Une atrocité est à l’origine des Filles du Soleil : les ravages de Daech au Kurdistan, et plus particulièrement les conditions de vie des civils, générant une réaction de la part des femmes dont certaines se transforment en guerrières. Le sujet est fort, dur, et mérite qu’on braque sur lui les projecteurs. C’est ce que fait une autre femme, reporter de guerre qui s’intègre au groupe et immortalise leur lutte.
On a déjà posé la question avec Capharnaüm, présenté lui aussi au dernier festival de Cannes : la noblesse d’un sujet est-elle un blanc-seing à toutes les facilités et grossièretés des traitement ? Car, autant on percevait une certaine authenticité de départ et une sincérité indiscutable dans la démarche de Nadine Labaki, qui s’effaçait devant son sujet mais le malmenait tout de même par excès de pathos, autant Les Filles du Soleil concentre à peu près tout ce qui peut desservir la cause qu’il défend.
Golshifteh Farahani est certes superbe, et une grande partie de ses apparitions sont de véritables tableaux dans les clairs obscurs des cavités, magnifiant en mode de La Tour la beauté et la force de la femme libre. Cette picturalité, associée à d’autres séquences de combat sur un principe plus documentaire (esthétique ici loin d’être maîtrisée) auraient pu suffire.
Mais il a fallu qu’on nous enrobe le tout dans un récit sur lequel on s’est sentis obligés d’agréger des symboles. Symbole, cette photographe aux conduites ordaliques, qui prend son appareil au lieu d’une arme. Symbole, cette femme shootant des femmes qui shootent des radicaux. Symbole, ces femmes qui donnent la vie (un accouchement, autre combat) plus que la mort, qui cherchent leur enfant, et qui imposent au spectateur des explicitations qu’il était loin d’exiger : flash-backs à n’en plus finir, discussions interminables et musique prête à extraire les larmes au pied de biche.
Et Bercot de nous expliquer, en outre, son rôle, dans des dissertations d’étudiante en première année de parlotte devisant sur le regard du peuple, la démagogie et la décadence du monde, tu vois, heureusement qu’on est là quand même.
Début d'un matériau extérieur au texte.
// Drawn points made into a course: parts between sharp corners, each a spline, sampled by arc length.
#include <algorithm>
#include <cmath>

#include "engine/course/sampling.h"
#include "engine/course/spline.h"

namespace lw {
namespace {

constexpr double mm = 1e-3;
constexpr double apart_least = 0.1 * mm;  // m, from a point to the next
constexpr double fold = 3.1;              // rad; a corner that turns further doubles back on itself

std::string point_text(const Point& p) {
  return "[" + rounded_text(p.x_mm) + ", " + rounded_text(p.y_mm) + "]";
}

Result<std::vector<Vector>> checked_points(const Course& course) {
  const std::size_t n = course.points_mm.size(), least = course.closed ? 3 : 2;
  std::vector<Vector> points;
  for (std::size_t i = 0; i < n; ++i) {
    const Point& p = course.points_mm[i];
    const std::string where = place_text("course.points_mm", i);
    if (!std::isfinite(p.x_mm) || !std::isfinite(p.y_mm))
      return Error{where, point_text(p), "must be finite numbers"};
    points.push_back({p.x_mm * mm, p.y_mm * mm});
    if (i > 0 && !(length_of(points[i] - points[i - 1]) >= apart_least))
      return Error{where, point_text(p), "is less than 0.1 mm from the point before it"};
  }
  if (n < least)
    return Error{"course.points_mm", std::to_string(n) + (n == 1 ? " point" : " points"),
                 course.closed ? "a closed course needs at least 3" : "an open course needs at least 2"};
  if (course.closed && !(length_of(points.back() - points.front()) >= apart_least))
    return Error{place_text("course.points_mm", n - 1), point_text(course.points_mm.back()),
                 "repeats the first point; a closed course leads back to it by itself"};
  return points;
}

/// Corner marks, one a point. The ends of an open course are ends already and never marked.
Result<std::vector<bool>> checked_corners(const Course& course) {
  const int n = static_cast<int>(course.points_mm.size());
  std::vector<bool> is_corner(course.points_mm.size(), false);
  for (std::size_t i = 0; i < course.corners.size(); ++i) {
    const int index = course.corners[i];
    if (index < 0 || index >= n)
      return Error{place_text("course.corners", i), std::to_string(index),
                   "must be the number of a point, 0 to " + std::to_string(n - 1)};
    is_corner[index] = course.closed || (index > 0 && index + 1 < n);
  }
  return is_corner;
}

/// One cubic for every point that has a next one.
std::vector<Cubic> cubics_through(const std::vector<Vector>& points, const std::vector<bool>& is_corner,
                                  bool closed) {
  const std::size_t n = points.size();
  std::size_t first = 0;
  if (closed) {
    first = static_cast<std::size_t>(std::find(is_corner.begin(), is_corner.end(), true) - is_corner.begin());
    if (first == n) return spline_through(points, true);
  }
  const std::size_t steps = closed ? n : n - 1;
  std::vector<Cubic> cubics(steps);
  std::vector<Vector> part{points[first]};
  for (std::size_t k = 1; k <= steps; ++k) {
    const std::size_t at = (first + k) % n;
    part.push_back(points[at]);
    if (k < steps && !is_corner[at]) continue;
    const std::vector<Cubic> smooth = spline_through(part, false);
    for (std::size_t i = 0; i < smooth.size(); ++i) cubics[(first + k - smooth.size() + i) % n] = smooth[i];
    part = {points[at]};
  }
  return cubics;
}

/// Goes `step` metres on along a cubic from parameter t: one step of the classical Runge-Kutta method for
/// dt/ds = 1 / |first(t)|. Over a millimetre its error is far below what a double holds of the course.
double further(const Cubic& cubic, double t, double step) {
  const auto rate = [&cubic](double at) { return 1.0 / length_of(cubic.first(at)); };
  const double a = rate(t), b = rate(t + 0.5 * step * a), c = rate(t + 0.5 * step * b),
               d = rate(t + step * c);
  return std::min(t + step / 6.0 * (a + 2.0 * (b + c) + d), cubic.span);
}

double curvature_at(const Cubic& cubic, double t) {
  const Vector first = cubic.first(t);
  const double speed = length_of(first);
  return cross(first, cubic.second(t)) / (speed * speed * speed);
}

void put(Node& node, const Cubic& cubic, double t) {
  const Vector place = cubic.place(t), first = cubic.first(t);
  const double speed = length_of(first);
  node.x = place.x;
  node.y = place.y;
  node.tangent_x = first.x / speed;
  node.tangent_y = first.y / speed;
  node.curvature = curvature_at(cubic, t);
}

/// Fills in the samples with the curvature at each; returns for every sample the number of its cubic.
std::vector<std::size_t> sample(const std::vector<Cubic>& cubics, const std::vector<double>& starts,
                                Centreline& line) {
  std::vector<std::size_t> cubic_of(line.nodes.size());
  std::size_t k = 0;
  double t = 0.0, s_before = 0.0;
  for (std::size_t i = 0; i < line.nodes.size(); ++i) {
    const double s = static_cast<double>(i) * line.pitch;
    for (; k + 1 < cubics.size() && starts[k + 1] <= s + on_sample * line.pitch; ++k) {
      t = 0.0;
      s_before = starts[k + 1];
    }
    t = further(cubics[k], t, s - s_before);
    s_before = s;
    put(line.nodes[i], cubics[k], t);
    cubic_of[i] = k;
  }
  return cubic_of;
}

/// Whether a corner lies after sample i, before or on the next.
bool corner_follows(const Centreline& line, std::size_t i) {
  const double s = (static_cast<double>(i) + on_sample) * line.pitch;
  const bool last = i + 1 == line.nodes.size();
  return std::any_of(line.corners.begin(), line.corners.end(), [&](double corner) {
    return (corner > s && corner <= s + line.pitch) || (last && corner == 0.0);
  });
}

Result<bool> check_bends(const Course& course, const Centreline& line,
                         const std::vector<std::size_t>& cubic_of) {
  const double radius = std::max(radius_least, line.pitch);
  for (std::size_t i = 0; i < line.nodes.size(); ++i) {
    const Node& node = line.nodes[i];
    const Node& next = line.nodes[(i + 1) % line.nodes.size()];
    const bool goes_on = (line.closed || i + 1 < line.nodes.size()) && !corner_follows(line, i);
    const double along = node.tangent_x * next.tangent_x + node.tangent_y * next.tangent_y;
    const double step = length_of(Vector{next.x - node.x, next.y - node.y}) / line.pitch;
    const bool even = along >= 0.5 && step > 0.8 && step < 1.01;
    if (std::fabs(node.curvature) * radius <= 1.0 && (even || !goes_on)) continue;
    const std::size_t at = cubic_of[i];
    return Error{place_text("course.points_mm", at), point_text(course.points_mm[at]),
                 "the line from here to the next point would turn within a radius of less than " +
                     rounded_text(radius / mm) + " mm; move the points apart, or make one a corner"};
  }
  return true;
}

/// From the curvature at each sample to the mean until the next, which is the turn of the tangent over the
/// pitch. Before a corner the curvature at the sample has to do.
void hold_means(Centreline& line) {
  const std::size_t n = line.nodes.size();
  for (std::size_t i = 0; i + (line.closed ? 0 : 1) < n; ++i) {
    Node& node = line.nodes[i];
    const Node& next = line.nodes[(i + 1) % n];
    if (!line.corners.empty() && corner_follows(line, i)) continue;
    const double s = node.tangent_x * next.tangent_y - node.tangent_y * next.tangent_x;
    const double c = node.tangent_x * next.tangent_x + node.tangent_y * next.tangent_y;
    const double q = s * s;  // the arcsine's series; its next term is below 1e-11 here
    const double small = s * (1.0 + q * (1.0 / 6.0 + q * (3.0 / 40.0 + q * (15.0 / 336.0))));
    node.curvature = (q < 0.01 ? small : direction_angle(c, s)) / line.pitch;
  }
}

}  // namespace

Result<Centreline> join_points(const Course& course) {
  const Result<std::vector<Vector>> points = checked_points(course);
  if (!points) return points.error();
  const Result<std::vector<bool>> is_corner = checked_corners(course);
  if (!is_corner) return is_corner.error();
  const std::vector<Cubic> cubics = cubics_through(*points, *is_corner, course.closed);
  std::vector<double> starts;
  double length = 0.0;
  for (const Cubic& cubic : cubics) {
    starts.push_back(length);
    length += length_of(cubic);
  }
  Result<Centreline> line = blank_centreline(length, course.closed);
  if (!line) return line;
  for (std::size_t i = 0; i < cubics.size(); ++i) {
    if (!(*is_corner)[i]) continue;
    line->corners.push_back(starts[i]);
    const Cubic& before = cubics[(i + cubics.size() - 1) % cubics.size()];
    if (std::fabs(angle_between(before.first(before.span), cubics[i].first(0.0))) > fold)
      return Error{place_text("course.points_mm", i), point_text(course.points_mm[i]),
                   "the line doubles back on itself at this corner"};
  }
  const std::vector<std::size_t> cubic_of = sample(cubics, starts, *line);
  const Result<bool> bends = check_bends(course, *line, cubic_of);
  if (!bends) return bends.error();
  hold_means(*line);
  line->sections = sections_of(*line);
  return line;
}

}  // namespace lw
Mise en abyme gênante d’une cinéaste trop convaincue de son utilité, et qui n’a pas la grâce qu’ont ses modèles. Le photographe de guerre laisse parler son sujet, qui, dans la fixité et le silence, concentre les thématiques de la violence et la grandeur. Ici, le récit dérive vers un traitement de téléfilm (dieux du ciel, ce final en forme de retrouvailles explosives, une série de TF1 elle-même n’oserait plus), qui n’oublie tout de même de rester présomptueuse, en témoigne ce générique sur lequel, je vous le donne en mille, la protagoniste PARLE ENCORE pour raconter à nouveau l’histoire à laquelle on vient d’assister.
Une atrocité est à l’origine des Filles du Soleil ; une atrocité en est le résultat. On n’aura jamais autant souhaité, en quittant une projection, le silence et le retour de la dignité du réel.